# [SOURCE DATA]

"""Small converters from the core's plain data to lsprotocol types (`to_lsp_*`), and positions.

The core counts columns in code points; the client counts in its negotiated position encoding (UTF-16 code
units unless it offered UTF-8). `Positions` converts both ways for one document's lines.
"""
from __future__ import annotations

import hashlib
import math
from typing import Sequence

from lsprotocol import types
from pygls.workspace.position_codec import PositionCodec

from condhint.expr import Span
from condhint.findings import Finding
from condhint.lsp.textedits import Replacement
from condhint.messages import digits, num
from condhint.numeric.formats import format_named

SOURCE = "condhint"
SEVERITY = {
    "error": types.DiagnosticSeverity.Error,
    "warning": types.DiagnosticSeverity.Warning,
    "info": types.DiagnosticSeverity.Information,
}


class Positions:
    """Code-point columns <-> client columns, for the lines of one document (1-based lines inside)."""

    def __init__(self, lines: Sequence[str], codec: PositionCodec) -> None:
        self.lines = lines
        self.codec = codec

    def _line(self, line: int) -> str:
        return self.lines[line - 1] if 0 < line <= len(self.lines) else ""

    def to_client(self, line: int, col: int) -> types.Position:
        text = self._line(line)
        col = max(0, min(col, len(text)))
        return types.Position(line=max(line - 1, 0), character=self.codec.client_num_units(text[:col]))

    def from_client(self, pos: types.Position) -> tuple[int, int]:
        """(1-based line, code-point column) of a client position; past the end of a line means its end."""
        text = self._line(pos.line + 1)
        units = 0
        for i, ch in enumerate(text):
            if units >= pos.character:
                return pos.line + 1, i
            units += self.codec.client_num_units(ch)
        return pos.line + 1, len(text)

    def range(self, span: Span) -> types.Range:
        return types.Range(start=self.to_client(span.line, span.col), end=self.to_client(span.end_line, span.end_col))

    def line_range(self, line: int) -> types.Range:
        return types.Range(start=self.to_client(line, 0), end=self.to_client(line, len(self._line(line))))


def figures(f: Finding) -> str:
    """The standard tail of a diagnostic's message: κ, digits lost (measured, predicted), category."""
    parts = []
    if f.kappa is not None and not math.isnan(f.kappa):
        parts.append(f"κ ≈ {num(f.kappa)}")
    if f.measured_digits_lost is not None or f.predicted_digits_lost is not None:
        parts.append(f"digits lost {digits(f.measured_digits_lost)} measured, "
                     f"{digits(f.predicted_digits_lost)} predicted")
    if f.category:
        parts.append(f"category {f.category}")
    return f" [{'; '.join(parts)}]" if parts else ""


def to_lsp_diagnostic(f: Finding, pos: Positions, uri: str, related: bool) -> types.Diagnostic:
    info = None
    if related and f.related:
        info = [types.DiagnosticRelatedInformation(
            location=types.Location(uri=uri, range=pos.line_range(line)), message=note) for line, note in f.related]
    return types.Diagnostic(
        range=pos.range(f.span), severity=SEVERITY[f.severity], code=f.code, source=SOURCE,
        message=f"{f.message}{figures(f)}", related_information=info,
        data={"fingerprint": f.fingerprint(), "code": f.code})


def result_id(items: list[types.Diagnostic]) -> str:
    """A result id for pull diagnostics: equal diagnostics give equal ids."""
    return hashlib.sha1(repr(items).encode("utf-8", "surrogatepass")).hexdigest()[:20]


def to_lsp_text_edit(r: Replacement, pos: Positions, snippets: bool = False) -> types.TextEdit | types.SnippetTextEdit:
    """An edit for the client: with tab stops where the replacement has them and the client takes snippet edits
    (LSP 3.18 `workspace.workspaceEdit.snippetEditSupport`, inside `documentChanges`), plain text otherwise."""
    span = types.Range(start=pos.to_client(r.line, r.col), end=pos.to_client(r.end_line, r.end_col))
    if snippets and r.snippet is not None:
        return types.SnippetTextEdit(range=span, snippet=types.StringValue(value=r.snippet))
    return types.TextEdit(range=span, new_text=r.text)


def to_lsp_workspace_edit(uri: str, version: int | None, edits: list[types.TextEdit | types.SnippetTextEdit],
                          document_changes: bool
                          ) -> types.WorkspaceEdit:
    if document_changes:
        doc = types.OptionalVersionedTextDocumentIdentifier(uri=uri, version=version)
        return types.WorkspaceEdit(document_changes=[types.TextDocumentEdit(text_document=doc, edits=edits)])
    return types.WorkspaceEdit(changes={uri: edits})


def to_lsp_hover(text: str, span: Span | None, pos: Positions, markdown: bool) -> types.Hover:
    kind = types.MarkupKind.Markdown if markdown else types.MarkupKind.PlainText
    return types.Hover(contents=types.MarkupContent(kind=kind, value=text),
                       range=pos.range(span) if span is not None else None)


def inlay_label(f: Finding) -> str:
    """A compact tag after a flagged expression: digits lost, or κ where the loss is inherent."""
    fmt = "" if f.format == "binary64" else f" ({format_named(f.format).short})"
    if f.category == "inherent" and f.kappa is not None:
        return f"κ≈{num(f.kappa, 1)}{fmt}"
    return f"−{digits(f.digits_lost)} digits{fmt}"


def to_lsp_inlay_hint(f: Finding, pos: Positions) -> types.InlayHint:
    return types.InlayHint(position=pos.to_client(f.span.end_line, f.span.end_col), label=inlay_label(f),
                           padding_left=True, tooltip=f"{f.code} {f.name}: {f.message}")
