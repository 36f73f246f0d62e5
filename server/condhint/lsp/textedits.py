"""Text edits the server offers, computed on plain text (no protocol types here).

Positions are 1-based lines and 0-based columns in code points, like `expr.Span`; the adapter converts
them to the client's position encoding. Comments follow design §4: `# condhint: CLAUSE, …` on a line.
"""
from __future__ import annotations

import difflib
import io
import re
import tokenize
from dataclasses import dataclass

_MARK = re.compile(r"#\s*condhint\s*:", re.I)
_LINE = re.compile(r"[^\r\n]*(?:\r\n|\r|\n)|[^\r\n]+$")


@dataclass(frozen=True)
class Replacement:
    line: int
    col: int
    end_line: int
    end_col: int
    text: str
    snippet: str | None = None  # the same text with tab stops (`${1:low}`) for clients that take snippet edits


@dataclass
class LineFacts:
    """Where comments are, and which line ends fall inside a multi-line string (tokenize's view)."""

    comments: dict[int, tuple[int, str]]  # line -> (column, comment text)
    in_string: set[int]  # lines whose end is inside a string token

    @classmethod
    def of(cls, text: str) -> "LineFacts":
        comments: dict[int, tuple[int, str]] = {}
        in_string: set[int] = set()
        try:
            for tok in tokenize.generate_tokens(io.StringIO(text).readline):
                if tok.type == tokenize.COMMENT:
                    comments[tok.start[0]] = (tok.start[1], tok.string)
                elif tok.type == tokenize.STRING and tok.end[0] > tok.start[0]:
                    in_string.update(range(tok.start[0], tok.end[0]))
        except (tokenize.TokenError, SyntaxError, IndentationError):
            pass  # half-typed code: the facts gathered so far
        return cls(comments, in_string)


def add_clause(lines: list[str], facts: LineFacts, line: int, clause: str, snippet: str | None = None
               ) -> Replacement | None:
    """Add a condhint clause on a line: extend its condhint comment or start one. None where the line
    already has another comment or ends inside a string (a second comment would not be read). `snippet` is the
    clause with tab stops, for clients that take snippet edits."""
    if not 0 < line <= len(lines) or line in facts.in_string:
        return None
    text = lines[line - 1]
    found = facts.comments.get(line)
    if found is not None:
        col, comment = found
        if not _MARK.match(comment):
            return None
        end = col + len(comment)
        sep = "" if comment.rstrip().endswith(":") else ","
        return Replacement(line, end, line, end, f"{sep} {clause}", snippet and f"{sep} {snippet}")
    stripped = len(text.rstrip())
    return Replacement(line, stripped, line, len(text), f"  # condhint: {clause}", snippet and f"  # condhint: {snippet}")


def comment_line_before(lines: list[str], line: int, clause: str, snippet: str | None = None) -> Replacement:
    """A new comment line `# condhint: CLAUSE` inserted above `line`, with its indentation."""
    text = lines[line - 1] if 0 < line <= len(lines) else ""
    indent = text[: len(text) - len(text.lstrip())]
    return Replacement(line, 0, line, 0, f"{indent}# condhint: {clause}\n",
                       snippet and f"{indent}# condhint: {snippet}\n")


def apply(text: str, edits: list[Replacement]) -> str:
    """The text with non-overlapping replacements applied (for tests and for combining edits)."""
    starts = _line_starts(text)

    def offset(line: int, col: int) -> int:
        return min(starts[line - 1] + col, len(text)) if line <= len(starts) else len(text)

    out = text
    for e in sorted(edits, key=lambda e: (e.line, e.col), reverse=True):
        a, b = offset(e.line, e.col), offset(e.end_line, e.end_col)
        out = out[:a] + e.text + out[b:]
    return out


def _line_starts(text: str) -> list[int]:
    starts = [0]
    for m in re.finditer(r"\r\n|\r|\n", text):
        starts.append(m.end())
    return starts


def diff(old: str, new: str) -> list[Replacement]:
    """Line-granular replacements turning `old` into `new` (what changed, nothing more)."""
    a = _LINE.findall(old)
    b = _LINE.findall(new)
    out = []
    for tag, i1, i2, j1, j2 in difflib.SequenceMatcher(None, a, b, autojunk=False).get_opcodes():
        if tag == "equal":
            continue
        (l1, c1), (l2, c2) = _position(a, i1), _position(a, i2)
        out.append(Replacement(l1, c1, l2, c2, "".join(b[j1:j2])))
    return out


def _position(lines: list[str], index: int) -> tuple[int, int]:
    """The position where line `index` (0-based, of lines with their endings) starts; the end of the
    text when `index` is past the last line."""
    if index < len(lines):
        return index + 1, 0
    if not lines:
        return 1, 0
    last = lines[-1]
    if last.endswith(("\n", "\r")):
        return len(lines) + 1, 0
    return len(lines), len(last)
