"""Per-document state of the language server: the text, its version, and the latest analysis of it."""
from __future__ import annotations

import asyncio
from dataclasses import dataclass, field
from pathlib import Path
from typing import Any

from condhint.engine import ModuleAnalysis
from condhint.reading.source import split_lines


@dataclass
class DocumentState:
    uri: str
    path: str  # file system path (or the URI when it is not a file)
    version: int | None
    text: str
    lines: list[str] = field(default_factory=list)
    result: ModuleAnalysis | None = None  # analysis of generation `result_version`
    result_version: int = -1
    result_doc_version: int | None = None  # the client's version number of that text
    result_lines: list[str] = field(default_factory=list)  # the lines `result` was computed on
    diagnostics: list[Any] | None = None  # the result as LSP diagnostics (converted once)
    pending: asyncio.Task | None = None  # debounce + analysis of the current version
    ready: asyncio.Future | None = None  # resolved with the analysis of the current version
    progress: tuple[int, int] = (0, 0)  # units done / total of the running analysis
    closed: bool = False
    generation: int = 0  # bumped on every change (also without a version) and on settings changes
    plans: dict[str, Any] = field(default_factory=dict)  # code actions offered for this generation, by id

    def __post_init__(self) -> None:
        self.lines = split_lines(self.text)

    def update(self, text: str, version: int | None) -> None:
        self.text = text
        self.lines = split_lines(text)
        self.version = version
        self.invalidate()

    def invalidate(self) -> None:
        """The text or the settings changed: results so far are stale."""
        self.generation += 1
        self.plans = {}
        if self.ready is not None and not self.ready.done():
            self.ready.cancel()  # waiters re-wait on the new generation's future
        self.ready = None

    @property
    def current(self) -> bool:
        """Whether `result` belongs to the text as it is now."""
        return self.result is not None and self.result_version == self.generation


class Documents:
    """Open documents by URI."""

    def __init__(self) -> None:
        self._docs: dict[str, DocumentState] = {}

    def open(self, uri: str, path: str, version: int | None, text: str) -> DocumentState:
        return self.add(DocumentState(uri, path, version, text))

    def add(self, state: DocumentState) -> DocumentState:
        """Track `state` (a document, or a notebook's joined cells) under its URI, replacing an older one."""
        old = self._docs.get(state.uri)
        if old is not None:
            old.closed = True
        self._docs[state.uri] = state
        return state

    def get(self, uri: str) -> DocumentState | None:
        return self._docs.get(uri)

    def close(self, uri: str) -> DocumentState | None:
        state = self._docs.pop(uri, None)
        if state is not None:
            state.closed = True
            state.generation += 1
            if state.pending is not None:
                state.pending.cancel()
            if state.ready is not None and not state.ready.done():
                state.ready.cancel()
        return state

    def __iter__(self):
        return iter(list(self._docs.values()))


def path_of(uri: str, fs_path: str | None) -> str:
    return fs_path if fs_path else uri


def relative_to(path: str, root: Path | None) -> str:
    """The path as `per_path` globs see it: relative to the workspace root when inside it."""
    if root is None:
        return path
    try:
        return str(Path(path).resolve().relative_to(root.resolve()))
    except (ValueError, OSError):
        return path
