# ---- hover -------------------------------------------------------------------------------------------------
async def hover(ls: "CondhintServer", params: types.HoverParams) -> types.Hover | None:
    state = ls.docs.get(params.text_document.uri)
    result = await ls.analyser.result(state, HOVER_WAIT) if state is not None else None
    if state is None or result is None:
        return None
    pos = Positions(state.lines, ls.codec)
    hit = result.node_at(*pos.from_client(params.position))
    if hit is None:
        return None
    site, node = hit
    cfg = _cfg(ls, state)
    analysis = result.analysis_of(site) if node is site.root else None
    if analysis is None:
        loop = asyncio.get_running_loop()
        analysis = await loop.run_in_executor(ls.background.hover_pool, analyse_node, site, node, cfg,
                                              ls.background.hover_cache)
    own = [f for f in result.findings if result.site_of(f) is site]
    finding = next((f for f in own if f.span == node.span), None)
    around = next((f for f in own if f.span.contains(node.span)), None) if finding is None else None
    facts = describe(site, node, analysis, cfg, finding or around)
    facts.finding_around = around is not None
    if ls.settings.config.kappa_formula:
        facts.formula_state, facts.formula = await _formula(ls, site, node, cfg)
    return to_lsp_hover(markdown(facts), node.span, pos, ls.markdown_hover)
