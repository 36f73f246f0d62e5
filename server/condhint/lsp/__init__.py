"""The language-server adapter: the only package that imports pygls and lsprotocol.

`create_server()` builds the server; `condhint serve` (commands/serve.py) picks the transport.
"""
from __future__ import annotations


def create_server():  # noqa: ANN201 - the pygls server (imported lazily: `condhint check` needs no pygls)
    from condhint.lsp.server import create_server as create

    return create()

# [TASK TO COMPLETE]
From the data, pick out every line that includes "offered".

# [SOLUTION TO THIS EXERCISE]
units unless it offered UTF-8). `Positions` converts both ways for one document's lines.
    plans: dict[str, Any] = field(default_factory=dict)  # code actions offered for this generation, by id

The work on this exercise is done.